_Exercise input_.
-=-=-=-=-

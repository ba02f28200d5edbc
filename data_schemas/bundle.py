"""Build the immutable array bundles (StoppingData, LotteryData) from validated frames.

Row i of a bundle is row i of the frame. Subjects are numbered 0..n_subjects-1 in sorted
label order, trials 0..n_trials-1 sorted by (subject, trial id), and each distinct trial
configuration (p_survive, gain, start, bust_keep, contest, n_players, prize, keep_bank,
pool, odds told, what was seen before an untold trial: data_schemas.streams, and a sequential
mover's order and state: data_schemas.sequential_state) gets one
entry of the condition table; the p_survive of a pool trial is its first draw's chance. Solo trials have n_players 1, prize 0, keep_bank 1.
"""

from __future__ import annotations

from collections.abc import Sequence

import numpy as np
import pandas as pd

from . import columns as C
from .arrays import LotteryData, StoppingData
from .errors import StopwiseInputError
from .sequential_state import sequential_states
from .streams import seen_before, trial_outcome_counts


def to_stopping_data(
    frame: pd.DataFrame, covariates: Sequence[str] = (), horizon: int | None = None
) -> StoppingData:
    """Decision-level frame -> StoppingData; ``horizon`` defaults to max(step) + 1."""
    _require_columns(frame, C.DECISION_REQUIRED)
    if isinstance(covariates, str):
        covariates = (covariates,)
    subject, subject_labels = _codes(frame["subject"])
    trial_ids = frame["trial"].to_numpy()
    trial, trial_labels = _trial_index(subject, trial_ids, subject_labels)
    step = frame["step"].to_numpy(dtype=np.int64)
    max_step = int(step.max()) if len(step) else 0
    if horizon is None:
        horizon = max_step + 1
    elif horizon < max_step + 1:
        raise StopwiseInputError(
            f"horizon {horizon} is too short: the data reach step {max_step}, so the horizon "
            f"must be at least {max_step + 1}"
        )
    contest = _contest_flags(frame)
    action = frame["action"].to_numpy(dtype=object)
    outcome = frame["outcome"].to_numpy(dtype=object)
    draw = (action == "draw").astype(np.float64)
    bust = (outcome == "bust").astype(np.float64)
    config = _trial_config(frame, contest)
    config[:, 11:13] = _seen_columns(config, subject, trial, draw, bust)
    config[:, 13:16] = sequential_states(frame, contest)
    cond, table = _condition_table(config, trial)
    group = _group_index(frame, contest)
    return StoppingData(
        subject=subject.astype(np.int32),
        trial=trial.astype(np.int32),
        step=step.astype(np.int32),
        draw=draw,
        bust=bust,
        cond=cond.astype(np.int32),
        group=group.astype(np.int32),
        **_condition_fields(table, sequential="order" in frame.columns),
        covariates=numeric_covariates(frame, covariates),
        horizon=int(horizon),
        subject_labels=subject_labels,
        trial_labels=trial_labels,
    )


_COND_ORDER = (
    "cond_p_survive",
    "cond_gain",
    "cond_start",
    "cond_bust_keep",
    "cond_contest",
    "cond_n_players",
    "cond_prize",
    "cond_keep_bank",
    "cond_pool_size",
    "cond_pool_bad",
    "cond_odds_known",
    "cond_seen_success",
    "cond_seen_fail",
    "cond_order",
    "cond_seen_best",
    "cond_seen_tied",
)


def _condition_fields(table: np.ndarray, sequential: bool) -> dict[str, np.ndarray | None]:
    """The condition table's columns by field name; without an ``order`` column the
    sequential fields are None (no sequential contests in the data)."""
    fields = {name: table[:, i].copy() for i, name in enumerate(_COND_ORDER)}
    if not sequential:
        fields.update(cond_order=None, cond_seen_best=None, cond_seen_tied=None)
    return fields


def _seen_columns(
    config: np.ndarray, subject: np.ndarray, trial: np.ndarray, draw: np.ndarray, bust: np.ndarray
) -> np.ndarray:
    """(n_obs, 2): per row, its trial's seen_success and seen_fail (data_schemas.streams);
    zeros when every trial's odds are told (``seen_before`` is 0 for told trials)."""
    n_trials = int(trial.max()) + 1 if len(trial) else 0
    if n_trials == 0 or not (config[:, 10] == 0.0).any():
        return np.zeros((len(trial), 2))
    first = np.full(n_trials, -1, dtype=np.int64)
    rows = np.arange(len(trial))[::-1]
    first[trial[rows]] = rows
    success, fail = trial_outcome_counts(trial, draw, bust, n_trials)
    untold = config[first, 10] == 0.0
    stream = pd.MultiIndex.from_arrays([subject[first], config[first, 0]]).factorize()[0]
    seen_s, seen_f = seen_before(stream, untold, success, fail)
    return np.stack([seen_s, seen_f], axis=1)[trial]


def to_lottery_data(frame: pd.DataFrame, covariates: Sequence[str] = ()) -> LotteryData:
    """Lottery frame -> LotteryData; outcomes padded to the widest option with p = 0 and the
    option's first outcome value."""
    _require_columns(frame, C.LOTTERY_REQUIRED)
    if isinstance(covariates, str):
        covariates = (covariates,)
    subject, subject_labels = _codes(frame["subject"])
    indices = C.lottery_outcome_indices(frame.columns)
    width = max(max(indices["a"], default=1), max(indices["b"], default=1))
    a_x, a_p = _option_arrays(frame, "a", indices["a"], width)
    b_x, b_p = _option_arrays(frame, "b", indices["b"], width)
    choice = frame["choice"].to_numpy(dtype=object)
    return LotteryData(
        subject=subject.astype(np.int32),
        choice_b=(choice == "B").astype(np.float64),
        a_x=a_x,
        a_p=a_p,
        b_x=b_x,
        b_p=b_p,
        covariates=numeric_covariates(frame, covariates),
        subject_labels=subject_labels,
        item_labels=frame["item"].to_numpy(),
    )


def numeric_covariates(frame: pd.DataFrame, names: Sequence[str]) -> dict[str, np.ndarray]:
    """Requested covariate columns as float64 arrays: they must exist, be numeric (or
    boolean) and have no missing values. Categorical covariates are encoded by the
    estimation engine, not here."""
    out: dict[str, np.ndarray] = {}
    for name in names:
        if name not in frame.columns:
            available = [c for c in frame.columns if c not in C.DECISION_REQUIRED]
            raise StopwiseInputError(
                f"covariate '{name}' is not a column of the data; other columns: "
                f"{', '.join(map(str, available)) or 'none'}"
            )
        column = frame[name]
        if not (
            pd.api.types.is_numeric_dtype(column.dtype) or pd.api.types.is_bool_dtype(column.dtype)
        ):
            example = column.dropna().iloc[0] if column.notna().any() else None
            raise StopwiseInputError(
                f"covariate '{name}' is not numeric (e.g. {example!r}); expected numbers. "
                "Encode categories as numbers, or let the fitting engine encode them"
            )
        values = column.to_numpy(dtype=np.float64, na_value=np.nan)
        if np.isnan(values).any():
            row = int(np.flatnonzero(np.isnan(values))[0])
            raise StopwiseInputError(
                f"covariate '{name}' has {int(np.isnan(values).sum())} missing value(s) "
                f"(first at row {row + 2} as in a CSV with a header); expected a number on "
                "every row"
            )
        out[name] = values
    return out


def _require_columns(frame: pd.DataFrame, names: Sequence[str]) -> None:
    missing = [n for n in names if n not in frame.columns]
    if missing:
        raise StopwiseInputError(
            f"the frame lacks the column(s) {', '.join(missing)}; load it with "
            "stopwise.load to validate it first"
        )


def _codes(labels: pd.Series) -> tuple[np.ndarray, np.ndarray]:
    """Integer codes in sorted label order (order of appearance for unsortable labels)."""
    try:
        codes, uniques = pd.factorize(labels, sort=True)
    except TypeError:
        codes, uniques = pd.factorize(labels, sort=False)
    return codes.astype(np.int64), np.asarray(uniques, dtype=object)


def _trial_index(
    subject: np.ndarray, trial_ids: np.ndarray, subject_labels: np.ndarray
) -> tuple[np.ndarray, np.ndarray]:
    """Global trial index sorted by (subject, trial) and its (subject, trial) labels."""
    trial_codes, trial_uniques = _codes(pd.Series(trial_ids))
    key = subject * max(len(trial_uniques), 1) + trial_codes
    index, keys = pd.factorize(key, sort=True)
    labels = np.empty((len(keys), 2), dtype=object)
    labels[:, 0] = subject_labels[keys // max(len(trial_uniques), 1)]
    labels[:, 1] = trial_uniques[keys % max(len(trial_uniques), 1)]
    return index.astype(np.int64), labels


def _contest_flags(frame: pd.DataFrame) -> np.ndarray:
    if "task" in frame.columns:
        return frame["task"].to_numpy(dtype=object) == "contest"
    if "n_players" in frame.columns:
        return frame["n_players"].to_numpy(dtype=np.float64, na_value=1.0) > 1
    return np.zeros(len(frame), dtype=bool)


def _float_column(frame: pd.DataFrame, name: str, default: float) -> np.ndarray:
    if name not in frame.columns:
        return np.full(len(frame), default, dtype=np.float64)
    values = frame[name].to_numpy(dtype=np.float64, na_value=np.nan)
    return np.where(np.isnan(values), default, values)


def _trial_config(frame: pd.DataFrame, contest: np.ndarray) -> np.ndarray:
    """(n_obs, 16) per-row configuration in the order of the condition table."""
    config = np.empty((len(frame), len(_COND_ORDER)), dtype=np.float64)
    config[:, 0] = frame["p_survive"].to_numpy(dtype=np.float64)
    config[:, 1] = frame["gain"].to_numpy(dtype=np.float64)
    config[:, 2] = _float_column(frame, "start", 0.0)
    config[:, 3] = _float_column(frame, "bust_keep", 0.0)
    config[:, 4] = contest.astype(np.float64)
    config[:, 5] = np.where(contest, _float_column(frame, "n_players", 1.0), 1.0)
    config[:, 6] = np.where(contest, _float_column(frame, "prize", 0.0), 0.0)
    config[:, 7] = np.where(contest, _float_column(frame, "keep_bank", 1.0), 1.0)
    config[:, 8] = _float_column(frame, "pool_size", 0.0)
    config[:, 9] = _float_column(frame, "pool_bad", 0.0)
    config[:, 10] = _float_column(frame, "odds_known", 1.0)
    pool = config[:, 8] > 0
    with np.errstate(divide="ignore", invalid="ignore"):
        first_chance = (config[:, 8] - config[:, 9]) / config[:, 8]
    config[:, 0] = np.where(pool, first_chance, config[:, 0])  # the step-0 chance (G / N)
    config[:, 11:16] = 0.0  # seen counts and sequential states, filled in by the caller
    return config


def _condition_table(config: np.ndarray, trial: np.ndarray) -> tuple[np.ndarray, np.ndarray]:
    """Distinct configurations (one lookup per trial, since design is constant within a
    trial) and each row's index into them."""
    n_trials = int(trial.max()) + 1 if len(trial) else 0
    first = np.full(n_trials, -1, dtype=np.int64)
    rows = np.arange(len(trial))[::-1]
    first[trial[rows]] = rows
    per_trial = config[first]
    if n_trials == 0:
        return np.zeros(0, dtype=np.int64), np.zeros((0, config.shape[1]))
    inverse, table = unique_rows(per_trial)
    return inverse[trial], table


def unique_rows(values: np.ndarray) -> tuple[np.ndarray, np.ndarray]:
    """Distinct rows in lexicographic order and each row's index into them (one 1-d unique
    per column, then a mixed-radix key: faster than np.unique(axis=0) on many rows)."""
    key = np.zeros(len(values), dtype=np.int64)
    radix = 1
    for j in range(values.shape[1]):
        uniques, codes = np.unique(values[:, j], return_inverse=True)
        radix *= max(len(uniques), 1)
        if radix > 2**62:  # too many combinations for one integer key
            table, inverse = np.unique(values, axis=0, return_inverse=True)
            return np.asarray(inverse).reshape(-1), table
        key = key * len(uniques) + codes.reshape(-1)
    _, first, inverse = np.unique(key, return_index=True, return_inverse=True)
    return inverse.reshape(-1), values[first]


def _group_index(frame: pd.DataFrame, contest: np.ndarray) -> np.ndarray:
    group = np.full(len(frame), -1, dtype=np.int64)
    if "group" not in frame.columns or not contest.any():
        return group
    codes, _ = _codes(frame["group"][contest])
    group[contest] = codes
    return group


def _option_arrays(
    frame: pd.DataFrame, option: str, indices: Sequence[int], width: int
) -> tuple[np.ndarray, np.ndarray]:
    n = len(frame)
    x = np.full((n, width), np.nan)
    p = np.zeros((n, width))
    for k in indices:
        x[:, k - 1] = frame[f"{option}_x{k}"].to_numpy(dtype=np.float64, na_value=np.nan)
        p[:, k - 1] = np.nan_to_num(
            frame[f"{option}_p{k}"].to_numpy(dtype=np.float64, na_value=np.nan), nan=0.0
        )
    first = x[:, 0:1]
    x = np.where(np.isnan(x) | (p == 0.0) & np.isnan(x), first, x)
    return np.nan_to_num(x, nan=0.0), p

-=-=-=-=-

_To do_. Set down the lines of the listing word for word, from its first line through the line containing "mover's order and". Both of those lines belong in the answer, and no others do.

_Answer to this task_.
repository ba02f28200d5edbc
filename data_schemas/bundle.py
"""Build the immutable array bundles (StoppingData, LotteryData) from validated frames.

Row i of a bundle is row i of the frame. Subjects are numbered 0..n_subjects-1 in sorted
label order, trials 0..n_trials-1 sorted by (subject, trial id), and each distinct trial
configuration (p_survive, gain, start, bust_keep, contest, n_players, prize, keep_bank,
pool, odds told, what was seen before an untold trial: data_schemas.streams, and a sequential
mover's order and state: data_schemas.sequential_state) gets one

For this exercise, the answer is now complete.